Evaluation of antimicrobial potential of free gallic acid and its polyvinyl-based nano-formulation.

This study explores the antimicrobial potential of gallic acid (GA) and gallic acid loaded with polyvinyl alcohol (PVA) nanocarriers as a good source of phenolic acids against various gram-positive bacteria including Staphylococcus aureus and Streptococcus mutans and gram-negative bacteria such as Escherichia coli and Salmonella typhi, as well as a fungal species (Candida albicans). Prior to evaluating their antimicrobial activity, the physical characterization of the GA-PVA-NPs was carried out using different techniques such as Fourier transform infrared spectroscopy (FTIR), thermogravimetric analysis (TGA), transmission electron microscopy (TEM), scanning electron microscopy (SEM), and dynamic light scattering (DLS).

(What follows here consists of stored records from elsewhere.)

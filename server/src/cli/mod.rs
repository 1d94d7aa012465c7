//! The `ohmline` command line. Commands print results on stdout and logs on
//! stderr; errors reach `main` as `anyhow` errors with their context.

mod admin;
mod bench;
mod demo;
mod forward;
mod invert;
mod plan;
mod process;
mod series;
mod serve;
mod user;

pub use admin::check_slug;
pub use serve::Role;

use std::path::PathBuf;

use anyhow::{Context, bail};
use clap::{Parser, Subcommand};

use crate::config::{Config, LogFormat};
use crate::db::Db;

/// ohmline: monitoring of earth embankments with permanent resistivity lines.
#[derive(Debug, Parser)]
#[command(name = "ohmline", version, about, long_about = None)]
pub struct Cli {
    /// Configuration file (TOML); every key can also be set as OHMLINE_<KEY>.
    #[arg(long, global = true, env = "OHMLINE_CONFIG", value_name = "FILE")]
    pub config: Option<PathBuf>,
    /// Database URL: sqlite://PATH (default: under the data folder) or postgres://…
    #[arg(long, global = true, env = "OHMLINE_DATABASE", value_name = "URL")]
    pub database: Option<String>,
    /// What to do.
    #[command(subcommand)]
    pub command: Command,
}

/// Commands.
#[derive(Debug, Subcommand)]
pub enum Command {
    /// Run the service: HTTP API and pages, drop-folder ingest, job workers,
    /// alert email delivery (all of them, or one role's share).
    Serve {
        /// Address to listen on, e.g. 127.0.0.1:8080 (port 0 picks a free port).
        #[arg(long, value_name = "ADDR")]
        listen: Option<String>,
        /// `api` (HTTP and drop folders), `worker` (jobs and email; HTTP only
        /// for /healthz, /readyz, /metrics) or `all`.
        #[arg(long, value_enum, env = "OHMLINE_ROLE", default_value_t = serve::Role::All)]
        role: serve::Role,
    },
    /// Copy the SQLite database to FILE while the service runs (online backup).
    Backup {
        /// The copy to write; must not exist yet.
        #[arg(long, value_name = "FILE")]
        to: PathBuf,
    },
    /// Apply pending database migrations and exit.
    Migrate,
    /// Sites (levee reaches).
    #[command(subcommand)]
    Site(admin::SiteCmd),
    /// Electrode lines.
    #[command(subcommand)]
    Line(admin::LineCmd),
    /// Measurement sequences of a line.
    #[command(subcommand)]
    Sequence(admin::SequenceCmd),
    /// Meter tokens of a line.
    #[command(subcommand)]
    Token(admin::TokenCmd),
    /// Time series of a site (river stage, rainfall, temperatures).
    #[command(subcommand)]
    Series(series::SeriesCmd),
    /// Simulate a sequence's readings over a described ground (2.5D finite elements).
    Forward(forward::ForwardArgs),
    /// Invert a readings file (or its change against a baseline file) into a
    /// resistivity section: model.json, summary.json, section.png.
    Invert(invert::InvertArgs),
    /// Plan a new line's survey: sequence, epoch duration, sensitivity and
    /// detectability of a target.
    Plan(plan::PlanArgs),
    /// Measure the service: ingest, season reprocessing with 1 and 2 workers,
    /// upload-to-email latency (no subcommand: all of them, one table).
    Bench(bench::BenchArgs),
    /// Recipients of alert emails.
    #[command(subcommand)]
    Recipient(admin::RecipientCmd),
    /// Users of the pages and the API, and their personal tokens.
    #[command(subcommand)]
    User(user::UserCmd),
    /// Re-run inversion, time-lapse, zones and alerts of a line's history.
    Reprocess(process::ReprocessArgs),
    /// A line's baseline (the reference state changes are measured against).
    #[command(subcommand)]
    Baseline(process::BaselineCmd),
    /// An invented flood season end to end: a fresh SQLite service, two lines
    /// fed by a simulated meter over HTTP, alerts and emails.
    Demo(demo::DemoArgs),
}

impl Cli {
    /// The configuration in effect: file, environment, then flags.
    pub fn load_config(&self) -> anyhow::Result<Config> {
        let mut config = Config::load(self.config.as_deref())?;
        if let Some(db) = &self.database {
            config.database = Some(db.clone());
        }
        if let Command::Serve { listen: Some(l), .. } = &self.command {
            config.listen = l.clone();
        }
        Ok(config)
    }
}

/// Sets up logging on stderr in the configured format. `RUST_LOG` overrides
/// the default level.
pub fn init_logging(format: LogFormat) {
    let filter = tracing_subscriber::EnvFilter::try_from_default_env()
        .unwrap_or_else(|_| "info,sqlx=warn,tower_http=warn".into());
    let builder = tracing_subscriber::fmt().with_env_filter(filter).with_writer(std::io::stderr);
    match format {
        LogFormat::Json => builder.json().init(),
        LogFormat::Text => builder.init(),
    }
}

/// Opens the configured database and applies migrations.
pub async fn open_db(config: &Config) -> anyhow::Result<Db> {
    let url = config.database_url();
    let db = Db::connect_with_timeout(&url, config.database_acquire_timeout())
        .await
        .with_context(|| format!("opening database {}", redact(&url)))?;
    db.migrate().await.context("applying migrations")?;
    Ok(db)
}

/// A database URL with any password replaced, for messages.
pub fn redact(url: &str) -> String {
    match (url.find("://"), url.rfind('@')) {
        (Some(s), Some(at)) if at > s => {
            let creds = &url[s + 3..at];
            match creds.split_once(':') {
                Some((user, _)) => format!("{}{user}:***{}", &url[..s + 3], &url[at..]),
                None => url.to_string(),
            }
        }
        _ => url.to_string(),
    }
}

/// `ohmline backup --to FILE`: an online copy of the SQLite database.
async fn backup(config: &Config, to: &std::path::Path) -> anyhow::Result<()> {
    let url = config.database_url();
    if !url.starts_with("sqlite:") {
        bail!(
            "ohmline backup copies SQLite databases only; {} is PostgreSQL: back it up with \
             pg_dump (see deploy/OPERATIONS.md)",
            redact(&url)
        );
    }
    if let Some(src) = crate::db::sqlite_path(&url)
        && !src.exists()
    {
        bail!("there is no database at {} to back up", src.display());
    }
    if to.exists() {
        bail!("{} already exists; choose a new file name", to.display());
    }
    // Copy as it is: no migrations are applied to the source.
    let db =
        Db::connect(&url).await.with_context(|| format!("opening database {}", redact(&url)))?;
    db.backup_to(to).await.with_context(|| format!("writing the backup {}", to.display()))?;
    db.close().await;
    let size = std::fs::metadata(to).map(|m| m.len()).unwrap_or(0);
    println!("backup of {} written to {} ({size} bytes)", redact(&url), to.display());
    Ok(())
}

/// Runs a parsed command line.
pub async fn run(cli: Cli, config: Config) -> anyhow::Result<()> {
    match cli.command {
        Command::Serve { role, .. } => serve::run(config, role).await,
        Command::Backup { to } => backup(&config, &to).await,
        Command::Migrate => {
            open_db(&config).await?;
            println!("migrations applied to {}", redact(&config.database_url()));
            Ok(())
        }
        Command::Site(cmd) => admin::site(&open_db(&config).await?, cmd).await,
        Command::Line(cmd) => admin::line(&open_db(&config).await?, cmd).await,
        Command::Sequence(cmd) => admin::sequence(&open_db(&config).await?, cmd).await,
        Command::Token(cmd) => admin::token(&open_db(&config).await?, cmd).await,
        Command::Series(cmd) => series::series(&open_db(&config).await?, cmd).await,
        Command::Bench(cmd) => bench::run(cmd).await,
        Command::Forward(args) => tokio::task::spawn_blocking(move || forward::run(args)).await?,
        Command::Invert(args) => tokio::task::spawn_blocking(move || invert::run(args)).await?,
        Command::Plan(args) => tokio::task::spawn_blocking(move || plan::run(args)).await?,
        Command::Recipient(cmd) => admin::recipient(&open_db(&config).await?, cmd).await,
        Command::User(cmd) => user::user(&open_db(&config).await?, cmd).await,
        Command::Reprocess(a) => process::reprocess(&open_db(&config).await?, a).await,
        Command::Baseline(cmd) => process::baseline(&open_db(&config).await?, cmd).await,
        Command::Demo(args) => demo::run(args).await,
    }
}

#[cfg(test)]
mod tests {
    use super::*;

    #[test]
    fn passwords_are_redacted() {
        assert_eq!(redact("postgres://u:secret@h:5432/db"), "postgres://u:***@h:5432/db");
        assert_eq!(redact("postgres://u@h/db"), "postgres://u@h/db");
        assert_eq!(redact("sqlite://x.sqlite"), "sqlite://x.sqlite");
    }
}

TEM imaging revealed nanoparticles with a uniform size and morphology, while DLS analysis confirmed the presence of nanoparticles with an average size of 128.1 ± 31.9 nm, indicating their potential for improved interaction with microbial cells. It is well established that nanoparticles around 100-150 nm can more easily penetrate bacterial cell walls, leading to membrane damage, oxidative stress through reactive oxygen species (ROS) generation, and disruption of vital cellular functions such as protein synthesis and DNA replication. These size-dependent mechanisms play a key role in enhancing the antimicrobial properties of nanoparticles. Following characterization, antimicrobial activity was assessed using the well diffusion technique and microplate reader assay. The microplate reader assay provided quantitative data, showing that gallic acid exhibited the highest inhibition against S. aureus (97.77%) and S. typhi (88.22%), while GA-PVA-NPs also demonstrated significant antimicrobial effects. The well diffusion technique confirmed these results, with inhibition zones ranging from 17.33 mm to 33.00 mm. The reduced effectiveness of the nanoparticles at lower concentrations may not necessarily undermine their potential, as the increased stability and controlled release properties of nanoparticles could provide long-term antimicrobial action that is beneficial for specific applications. These findings suggest that GA-PVA-NPs have significant potential as antimicrobial agents. Future studies will focus on investigating the stability and mode of action of these nanoparticles and exploring their application in food packaging for antimicrobial purposes, emphasizing their safety, effectiveness, and potential to extend shelf life.